A connection between two separate individuals. This connection could be based on their mutual likes or dislikes, their ongoing situation, their hobbies, future goals and many more things. There are different types of relationships, for instance:
- Family relations
- Friendships and acquaintances
- Romantic relations
- Sexual relations
- Professional relations
- Social relations
The connection between the two people involved here is attraction and love towards each other. Different types of relationships of a couple require commitment and consistency to be long-lasting. When we imagine a couple, we always imagine a happy couple’s relationship. However, there are other types of relationships between a couple.

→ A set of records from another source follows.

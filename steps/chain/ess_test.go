package chain

import (
	"fmt"
	"math"
	"math/rand/v2"
	"slices"
	"testing"
)

func scan(s, format string, into ...any) int {
	n, _ := fmt.Sscanf(s, format, into...)
	return n
}

// autoregressive makes stationary chains of unit variance with the lag-one
// autocorrelation rho.
func autoregressive(seed uint64, rho float64, chains, n int) []float64 {
	rng := rand.New(rand.NewPCG(seed, 1))
	x := make([]float64, 0, chains*n)
	for range chains {
		at := rng.NormFloat64()
		for range n {
			x = append(x, at)
			at = rho*at + math.Sqrt(1-rho*rho)*rng.NormFloat64()
		}
	}
	return x
}

// The effective size of an autoregressive chain is N (1-rho) / (1+rho).
func TestAutoregressive(t *testing.T) {
	const chains, n = 4, 1 << 15
	for _, rho := range []float64{-0.5, 0, 0.5, 0.9, 0.98} {
		x := autoregressive(3, rho, chains, n)
		size, err := MeanESS(x, chains)
		if err != nil {
			t.Fatal(err)
		}
		// Sokal (1997): the relative variance of the estimated time is about
		// 2 (2 W + 1) / N, for a sum over W lags, which is a few times.
		time := (1 + rho) / (1 - rho)
		tolerance := 4 * math.Sqrt(2*(2*6*max(time, 1)+1)/(chains*n))
		near(t, fmt.Sprintf("rho %g", rho), size, chains*n/time, tolerance)
		tau, err := AutocorrelationTime(x, chains)
		if err != nil {
			t.Fatal(err)
		}
		near(t, "time", tau, time, 2*tolerance)
		if rhat, err := RHat(x, chains); err != nil || rhat > 1.01 {
			t.Errorf("rho %g: R-hat %g, %v", rho, rhat, err)
		}
	}
}

// Errors that are claimed are errors that are made.
func TestErrorsCover(t *testing.T) {
	const trials, chains, n, rho = 400, 4, 500, 0.7
	var mean, median, upper, sd float64 // mean squares of deviation over claimed error
	for i := range trials {
		x := autoregressive(uint64(100+i), rho, chains, n)
		s, err := Summaries(Draws{Names: []string{"x"}, Chains: chains, Length: n, X: x})
		if err != nil {
			t.Fatal(err)
		}
		q, err := QuantileError(x, chains, 0.95)
		if err != nil {
			t.Fatal(err)
		}
		sorted := slices.Clone(x)
		slices.Sort(sorted)
		square := func(x float64) float64 { return x * x / trials }
		mean += square(s[0].Mean / s[0].MeanError)
		median += square(s[0].Median / s[0].MedianError)
		sd += square((s[0].SD - 1) / s[0].SDError)
		upper += square((quantile(sorted, 0.95) - 1.6448536269514722) / q)
	}
	// The mean of 400 squares of normal numbers scatters by 0.07; the rest allows
	// for what is uncertain about the errors.
	for name, v := range map[string]float64{"mean": mean, "median": median, "upper": upper, "sd": sd} {
		if v < 0.75 || v > 1.3 {
			t.Errorf("%s: mean square error in units of the claimed one is %.3f", name, v)
		}
	}
}

func TestRHatSees(t *testing.T) {
	const chains, n = 4, 1000
	still := autoregressive(1, 0.3, chains, n)
	shifted, wide, drift := slices.Clone(still), slices.Clone(still), slices.Clone(still)
	heavy := slices.Clone(still)
	for i := range n {
		shifted[i] += 0.5
		wide[i] *= 2
		for c := range chains {
			drift[c*n+i] += float64(i) / n
			// Cauchy numbers, one chain of another location.
			z := heavy[c*n+i]
			p := 0.5 * math.Erfc(-z/math.Sqrt2)
			heavy[c*n+i] = math.Tan(math.Pi * (p - 0.5))
			if c == 0 {
				heavy[c*n+i] += 1
			}
		}
	}
	for name, x := range map[string][]float64{"shifted": shifted, "wide": wide, "drift": drift, "heavy": heavy} {
		if rhat, err := RHat(x, chains); err != nil || rhat < 1.02 {
			t.Errorf("%s: R-hat %g, %v", name, rhat, err)
		}
	}
	if rhat, err := RHat(still, chains); err != nil || rhat > 1.005 {
		t.Errorf("still: R-hat %g, %v", rhat, err)
	}
	// It depends on ranks alone, that of the folded draws apart.
	monotone := slices.Clone(still)
	for i, v := range monotone {
		monotone[i] = math.Exp(3 * v)
	}
	a, _ := BulkESS(still, chains)
	b, _ := BulkESS(monotone, chains)
	if a != b {
		t.Errorf("bulk effective sample size of exp(3 x) %g, of x %g", b, a)
	}
}

// Of many short chains, groups are compared.
func TestNestedRHat(t *testing.T) {
	const chains, n = 32, 40
	x := autoregressive(5, 0.8, chains, n)
	alone, err := RHat(x, chains)
	if err != nil {
		t.Fatal(err)
	}
	grouped, err := NestedRHat(x, chains, 8)
	if err != nil {
		t.Fatal(err)
	}
	for i := range 8 * n {
		x[i]++
	}
	apart, err := NestedRHat(x, chains, 8)
	if err != nil {
		t.Fatal(err)
	}
	if alone < 1.05 || grouped > 1.03 || apart < 1.1 {
		t.Errorf("R-hat of 32 chains %.3f, of 4 groups %.3f, with one apart %.3f", alone, grouped, apart)
	}
	if _, err := NestedRHat(x, chains, 5); err == nil {
		t.Error("groups of 5 of 32 were accepted")
	}
}

func TestRefused(t *testing.T) {
	good := autoregressive(1, 0, 1, 20)
	bad := slices.Clone(good)
	bad[3] = math.NaN()
	for name, err := range map[string]error{
		"NaN":      second(RHat(bad, 1)),
		"constant": second(RHat(make([]float64, 20), 1)),
		"short":    second(BulkESS(good, 4)),
		"uneven":   second(TailESS(good, 3)),
		"none":     second(MeanESS(good, 0)),
		"outside":  second(QuantileESS(good, 1, 1)),
		"empty":    second(MeanError(nil, 1)),
	} {
		if err == nil {
			t.Errorf("%s was accepted", name)
		}
	}
}

func second(_ float64, err error) error { return err }

func BenchmarkSummary(b *testing.B) {
	d := Draws{Names: []string{"x"}, Chains: 4, Length: 1000, X: autoregressive(1, 0.5, 4, 1000)}
	for b.Loop() {
		if _, err := Summaries(d); err != nil {
			b.Fatal(err)
		}
	}
}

Long Distance Relationship
What is a Long Distance Relationship?
One of the different types of relationships you will come across, a long-distance relationship, often referred to as LDR, is a romantic relationship between two people who are living far apart, away from each other. This may mean that the partners are in different cities, in different countries or even on different continents.
Kinds of relationship where the partners meet each other either after a few days, months or even years requires extra commitment, certainty and loyalty. Some couples walk the hard path, reach the finish line, and end up together.
How does it work?
LDRs are different types of relationships. The situation itself is complex. There have been cases when a happy couple ended their relationship because one of the partners or both the partners had to move away.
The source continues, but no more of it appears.